EXERCISE AIM:
Search the records below for the line containing "auto nodes = kinds::nodes(e->data);". Output that line and all later lines exactly; output nothing else.
====== AVAILABLE DATA
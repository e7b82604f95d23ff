// Validation of FrequencyOptions against the circuit they are meant for, so
// that a bad request is reported before any solving starts.
#include <algorithm>
#include <cmath>

#include "circuit/element_kinds.hpp"
#include "stage/frequency.hpp"

namespace stage {
namespace {

bool has_node(const Circuit& circuit, const std::string& node) {
  if (node == kGround) return true;
  return std::any_of(circuit.elements().begin(), circuit.elements().end(), [&](const Element& e) {
    const auto nodes = kinds::nodes(e.data);
    return std::find(nodes.begin(), nodes.end(), node) != nodes.end();
  });
}

std::optional<std::string> input_error(const Circuit& circuit, const std::string& input) {
  const Element* e = circuit.find(input);
  if (e == nullptr) return "the input '" + input + "' is not an element of the circuit";
  if (!kinds::has_role(e->data, kinds::Role::independent_source)) {
    return "the input '" + input + "' must be an independent voltage or current source";
  }
  if (kinds::field_value(e->data, "ac").value_or(0.0) == 0.0) {
    return "the input '" + input + "' has no AC value: give it ac = <magnitude> (the gain is " +
           "relative to it)";
  }
  return std::nullopt;
}

std::optional<std::string> output_error(const Circuit& circuit, const SignalRef& output) {
  switch (output.kind) {
    case SignalRef::Kind::node_voltage:
      if (output.a == kGround) return std::string("the output cannot be the ground node");
      if (!has_node(circuit, output.a)) return "the output node '" + output.a + "' does not exist";
      return std::nullopt;
    case SignalRef::Kind::node_pair:
      for (const auto& node : {output.a, output.b}) {
        if (!has_node(circuit, node)) return "the output node '" + node + "' does not exist";
      }
      if (output.a == output.b) return std::string("the output's two nodes are the same node");
      return std::nullopt;
    case SignalRef::Kind::element_current: {
      const Element* e = circuit.find(output.a);
      if (e == nullptr) return "the output element '" + output.a + "' does not exist";
      if (!kinds::has_role(e->data, kinds::Role::single_current)) {
        return "the output '" + output.a + ".current': a " + std::string(kinds::keyword(e->data)) +
               " has no single current";
      }
      if (kinds::has_role(e->data, kinds::Role::independent_source) &&
          !kinds::has_role(e->data, kinds::Role::holds_voltage)) {
        return "the output '" + output.a + ".current' is a current source's own value";
      }
      return std::nullopt;
    }
  }
  return std::nullopt;
}

// The two nodes of the output voltage, positive first.
std::pair<std::string, std::string> output_nodes(const SignalRef& output) {
  if (output.kind == SignalRef::Kind::node_pair) return {output.a, output.b};
  return {output.a, kGround};
}

std::optional<std::string> load_error(const Circuit& circuit, const FrequencyOptions& options) {
  const std::string& load = *options.load;
  const Element* e = circuit.find(load);
  if (e == nullptr) return "the load '" + load + "' is not an element of the circuit";
  if (kinds::has_role(e->data, kinds::Role::holds_voltage)) {
    return "the load '" + load + "' holds a voltage: it shorts the output for small " +
           "signals, so the output impedance without it cannot be read from this circuit";
  }
  if (!kinds::has_role(e->data, kinds::Role::one_port))
    return "the load '" + load + "' must be a two-terminal element";
  if (options.output.kind == SignalRef::Kind::element_current) return std::nullopt;
  auto nodes = kinds::nodes(e->data);
  auto wanted = output_nodes(options.output);
  std::sort(nodes.begin(), nodes.end());
  if (wanted.first > wanted.second) std::swap(wanted.first, wanted.second);
  if (nodes[0] != wanted.first || nodes[1] != wanted.second) {
    return "the load '" + load + "' connects " + nodes[0] + " and " + nodes[1] +
           "; it must connect the output's nodes " + wanted.first + " and " + wanted.second +
           " to be removed from the output impedance";
  }
  return std::nullopt;
}

}  // namespace

std::optional<std::string> frequency_options_error(const Circuit& circuit,
                                                   const FrequencyOptions& options) {
  // from = to is one frequency: a single point, with no band for corners.
  if (!(options.from > 0) || !std::isfinite(options.to) || !(options.from <= options.to)) {
    return std::string("the frequency range needs 0 < from <= to");
  }
  if (options.per_decade <= 0) return std::string("per_decade must be at least 1");
  if (options.at && !(*options.at > 0 && std::isfinite(*options.at))) {
    return std::string("the frequency `at` must be positive");
  }
  if (auto why = input_error(circuit, options.input)) return why;
  if (auto why = output_error(circuit, options.output)) return why;
  if (options.load) return load_error(circuit, options);
  return std::nullopt;
}

}  // namespace stage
============
EXPECTED ANSWER:
  auto nodes = kinds::nodes(e->data);
  auto wanted = output_nodes(options.output);
  std::sort(nodes.begin(), nodes.end());
  if (wanted.first > wanted.second) std::swap(wanted.first, wanted.second);
  if (nodes[0] != wanted.first || nodes[1] != wanted.second) {
    return "the load '" + load + "' connects " + nodes[0] + " and " + nodes[1] +
           "; it must connect the output's nodes " + wanted.first + " and " + wanted.second +
           " to be removed from the output impedance";
  }
  return std::nullopt;
}

}  // namespace

std::optional<std::string> frequency_options_error(const Circuit& circuit,
                                                   const FrequencyOptions& options) {
  // from = to is one frequency: a single point, with no band for corners.
  if (!(options.from > 0) || !std::isfinite(options.to) || !(options.from <= options.to)) {
    return std::string("the frequency range needs 0 < from <= to");
  }
  if (options.per_decade <= 0) return std::string("per_decade must be at least 1");
  if (options.at && !(*options.at > 0 && std::isfinite(*options.at))) {
    return std::string("the frequency `at` must be positive");
  }
  if (auto why = input_error(circuit, options.input)) return why;
  if (auto why = output_error(circuit, options.output)) return why;
  if (options.load) return load_error(circuit, options);
  return std::nullopt;
}

}  // namespace stage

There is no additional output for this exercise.